14. The heat exchanger according to claim 13, wherein the distribution pipe comprises a first distribution pipe and a second distribution pipe, and the first distribution pipe and the second distribution pipe are pipes arranged independently of each other; the first distribution pipe comprises the first pipe body portion, the first connecting end is closed, the second distribution pipe comprises the second pipe body portion, and the second connecting end is closed;both the first communication hole and the first distribution hole extend toward the second distribution pipe, and both the second communication hole and the second distribution hole extend toward the first distribution pipe.

15. The heat exchanger according to claim 14, wherein a hole diameter of the first communication hole is larger than a hole diameter of the first distribution hole; a hole diameter of the second communication hole is larger than a hole diameter of the second distribution hole;the hole diameter of the first communication hole is equal to the hole diameter of the second communication hole.

16. The heat exchanger according to claim 13, wherein the heat exchanger comprises a connecting component which is at least partially located between the first connecting end and the second connecting end; the first connecting end has a first mating surface through which the first communication hole extends, the second connecting end has a second mating surface through which the second communication hole extends, the connecting component comprises a third mating surface and a fourth mating surface, the first mating surface is mated with the third mating surface, and the second mating surface is mated with the third mating surface;the connecting component defines a connection channel, the connection channel extends through the connecting component, the connection channel extends through the third mating surface and the fourth mating surface, and the connection channel communicates with the first communication hole and the second communication hole.

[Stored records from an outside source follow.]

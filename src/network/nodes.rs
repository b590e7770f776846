//! The [`NodeTable`]: external string ids ↔ dense `u32` indices, and the
//! optional per-person attributes a planner supplies (`group`, `cost`,
//! `uptake`, `immune`).
//!
//! Indices are assigned at load and never change; ids are restored only in
//! `report`. Reading a node-table file is `network::load`.

use indexmap::IndexSet;
use rustc_hash::FxBuildHasher;

/// Group labels of the people, when a node table gives them.
#[derive(Clone, Debug, Default, PartialEq)]
pub struct Groups {
    /// Group names, by group index, in order of first appearance.
    pub names: Vec<String>,
    /// Group index of each node.
    pub of: Vec<u32>,
}

/// External ids and per-person attributes, indexed by node.
#[derive(Clone, Debug, Default)]
pub struct NodeTable {
    ids: IndexSet<String, FxBuildHasher>,
    /// Group of each person.
    pub groups: Option<Groups>,
    /// Cost of one dose (or seed) for each person, in budget units.
    pub cost: Option<Vec<f64>>,
    /// Probability that an offered dose is accepted, in `[0, 1]`.
    pub uptake: Option<Vec<f64>>,
    /// Already immune before the campaign.
    pub immune: Option<Vec<bool>>,
}

impl NodeTable {
    /// A table whose ids are the decimal indices `"0"`, `"1"`, … (for
    /// generated networks).
    ///
    /// ```
    /// let t = spreadplan::network::NodeTable::numbered(3);
    /// assert_eq!((t.len(), t.id(2), t.index("1")), (3, "2", Some(1)));
    /// ```
    pub fn numbered(n: usize) -> Self {
        let mut ids = IndexSet::with_capacity_and_hasher(n, FxBuildHasher);
        for i in 0..n {
            ids.insert(i.to_string());
        }
        NodeTable { ids, ..Default::default() }
    }

    /// A table from ids in index order; `Err(id)` names the first repeat.
    pub fn from_ids<I: IntoIterator<Item = String>>(ids: I) -> Result<Self, String> {
        let mut set = IndexSet::with_hasher(FxBuildHasher);
        for id in ids {
            if let Some(dup) = set.replace(id) {
                return Err(dup);
            }
        }
        Ok(NodeTable { ids: set, ..Default::default() })
    }

    /// The index of `id`, inserting it at the end when new.
    pub fn intern(&mut self, id: &str) -> u32 {
        if let Some(i) = self.ids.get_index_of(id) {
            return i as u32;
        }
        self.ids.insert_full(id.to_owned()).0 as u32
    }

    /// Number of people.
    pub fn len(&self) -> usize {
        self.ids.len()
    }

    /// Whether the table is empty.
    pub fn is_empty(&self) -> bool {
        self.ids.is_empty()
    }

    /// External id of node `v`.
    pub fn id(&self, v: u32) -> &str {
        self.ids.get_index(v as usize).map(String::as_str).unwrap_or("?")
    }

    /// Node index of an external id.
    pub fn index(&self, id: &str) -> Option<u32> {
        self.ids.get_index_of(id).map(|i| i as u32)
    }

    /// Group name of node `v`, if groups are known.
    pub fn group_of(&self, v: u32) -> Option<&str> {
        let g = self.groups.as_ref()?;
        g.of.get(v as usize).and_then(|&i| g.names.get(i as usize)).map(String::as_str)
    }

    /// Cost of a dose for `v` (1 when no costs are given).
    pub fn cost_of(&self, v: u32) -> f64 {
        self.cost.as_ref().map_or(1.0, |c| c[v as usize])
    }

    /// Uptake probability of `v` (1 when not given).
    pub fn uptake_of(&self, v: u32) -> f64 {
        self.uptake.as_ref().map_or(1.0, |u| u[v as usize])
    }

    /// Whether `v` is listed as already immune.
    pub fn is_immune(&self, v: u32) -> bool {
        self.immune.as_ref().is_some_and(|i| i[v as usize])
    }
}
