//! Structural summaries of a network: degree moments, components,
//! clustering, assortativity, cores and the configuration-model threshold
//! estimate. Pure functions of a [`Network`](crate::network::Network).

17. The heat exchanger according to claim 16, wherein the connecting component defines a groove formed inwardly from a surface of the connecting component; the groove comprises a first groove and a second groove, the third mating surface is located on a periphery of the first groove, the first mating surface is at least partially located in the first groove, and the first mating surface is hermetically connected to the third mating surface;the fourth mating surface is located on a periphery of the second groove, the second mating surface is at least partially located in the second groove, and the second mating surface is hermetically connected to the third mating surface.

18. The heat exchanger according to claim 13, wherein an angle between an extension direction of the first distribution hole and a direction of gravity is α, where −90°≤α≤90°; along the length direction of the collecting component, the first distribution hole and the second distribution hole are staggered.

19. The heat exchanger according to claim 13, wherein the heat exchanger comprises a plurality of heat exchange tubes which are connected to the collecting component, inner cavities of the heat exchange tubes are in communication with the collecting cavity, and the plurality of heat exchange tubes are disposed along the length direction of the collecting component; a sum of the number of the first distribution holes and the number of the second distribution holes is N1, the number of the heat exchange tubes is N2, where N1/N2 is 0.1 to 10.

20. The heat exchanger according to claim 13, wherein a hole diameter of the first distribution hole is 0.1 mm to 5 mm, and a hole diameter of the second distribution hole is 0.1 mm to 5 mm; a flow area of the first distribution pipe is 0.5 to 5 times a flow area of the second distribution pipe;the first distribution pipe is a round pipe, a square pipe or an elliptical pipe; the second distribution pipe is a round pipe, a square pipe or an elliptical pipe.